§ **What is required**: Whenever the word "closed" appears in a line of the data below, copy that line.

§ **Supplied material**:

'''

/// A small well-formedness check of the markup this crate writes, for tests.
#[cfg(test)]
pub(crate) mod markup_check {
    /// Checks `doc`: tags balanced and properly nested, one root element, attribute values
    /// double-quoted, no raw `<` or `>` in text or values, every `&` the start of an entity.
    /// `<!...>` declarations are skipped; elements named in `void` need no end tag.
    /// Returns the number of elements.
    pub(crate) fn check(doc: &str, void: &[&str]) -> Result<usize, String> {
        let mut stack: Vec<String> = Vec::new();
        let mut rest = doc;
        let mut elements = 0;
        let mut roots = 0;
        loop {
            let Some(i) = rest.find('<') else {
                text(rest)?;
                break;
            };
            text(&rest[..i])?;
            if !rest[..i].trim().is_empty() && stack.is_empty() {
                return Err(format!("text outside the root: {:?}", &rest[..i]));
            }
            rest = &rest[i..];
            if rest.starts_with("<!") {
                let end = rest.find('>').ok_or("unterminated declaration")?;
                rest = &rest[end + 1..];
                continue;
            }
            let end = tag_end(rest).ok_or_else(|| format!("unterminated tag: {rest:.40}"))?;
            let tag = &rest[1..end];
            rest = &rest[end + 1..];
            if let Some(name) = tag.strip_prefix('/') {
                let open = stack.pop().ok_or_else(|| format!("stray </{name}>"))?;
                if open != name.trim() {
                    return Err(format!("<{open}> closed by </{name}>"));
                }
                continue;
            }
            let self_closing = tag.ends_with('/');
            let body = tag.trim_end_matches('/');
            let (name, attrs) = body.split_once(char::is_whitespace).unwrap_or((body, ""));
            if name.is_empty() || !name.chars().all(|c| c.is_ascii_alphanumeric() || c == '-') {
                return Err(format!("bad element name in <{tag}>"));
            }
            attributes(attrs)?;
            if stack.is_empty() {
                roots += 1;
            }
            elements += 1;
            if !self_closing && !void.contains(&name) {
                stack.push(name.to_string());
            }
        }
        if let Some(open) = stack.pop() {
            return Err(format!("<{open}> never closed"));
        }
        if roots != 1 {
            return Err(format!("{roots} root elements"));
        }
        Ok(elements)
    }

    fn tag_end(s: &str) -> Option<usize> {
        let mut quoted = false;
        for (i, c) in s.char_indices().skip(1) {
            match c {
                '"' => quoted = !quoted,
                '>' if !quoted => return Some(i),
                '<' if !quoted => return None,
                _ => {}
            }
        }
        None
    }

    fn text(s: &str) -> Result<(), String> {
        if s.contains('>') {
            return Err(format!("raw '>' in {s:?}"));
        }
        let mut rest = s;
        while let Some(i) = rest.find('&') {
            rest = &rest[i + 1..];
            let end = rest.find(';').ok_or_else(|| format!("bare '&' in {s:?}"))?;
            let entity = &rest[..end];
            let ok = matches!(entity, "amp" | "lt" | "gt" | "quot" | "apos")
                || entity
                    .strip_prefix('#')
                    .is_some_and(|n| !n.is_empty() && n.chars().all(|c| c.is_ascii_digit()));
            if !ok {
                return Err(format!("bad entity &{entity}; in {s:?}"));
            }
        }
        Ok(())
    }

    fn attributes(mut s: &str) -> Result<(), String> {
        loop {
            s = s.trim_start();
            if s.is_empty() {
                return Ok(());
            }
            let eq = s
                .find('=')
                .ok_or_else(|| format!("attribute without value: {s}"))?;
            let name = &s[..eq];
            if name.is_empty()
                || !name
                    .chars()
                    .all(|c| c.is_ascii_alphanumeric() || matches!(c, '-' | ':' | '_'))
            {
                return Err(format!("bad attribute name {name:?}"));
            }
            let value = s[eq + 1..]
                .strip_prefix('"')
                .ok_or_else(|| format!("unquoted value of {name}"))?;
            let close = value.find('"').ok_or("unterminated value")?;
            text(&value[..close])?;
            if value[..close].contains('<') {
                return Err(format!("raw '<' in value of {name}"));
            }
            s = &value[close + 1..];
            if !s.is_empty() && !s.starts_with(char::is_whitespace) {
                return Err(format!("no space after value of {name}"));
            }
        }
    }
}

'''

§ **Answer to this task**:
                    return Err(format!("<{open}> closed by </{name}>"));
            return Err(format!("<{open}> never closed"));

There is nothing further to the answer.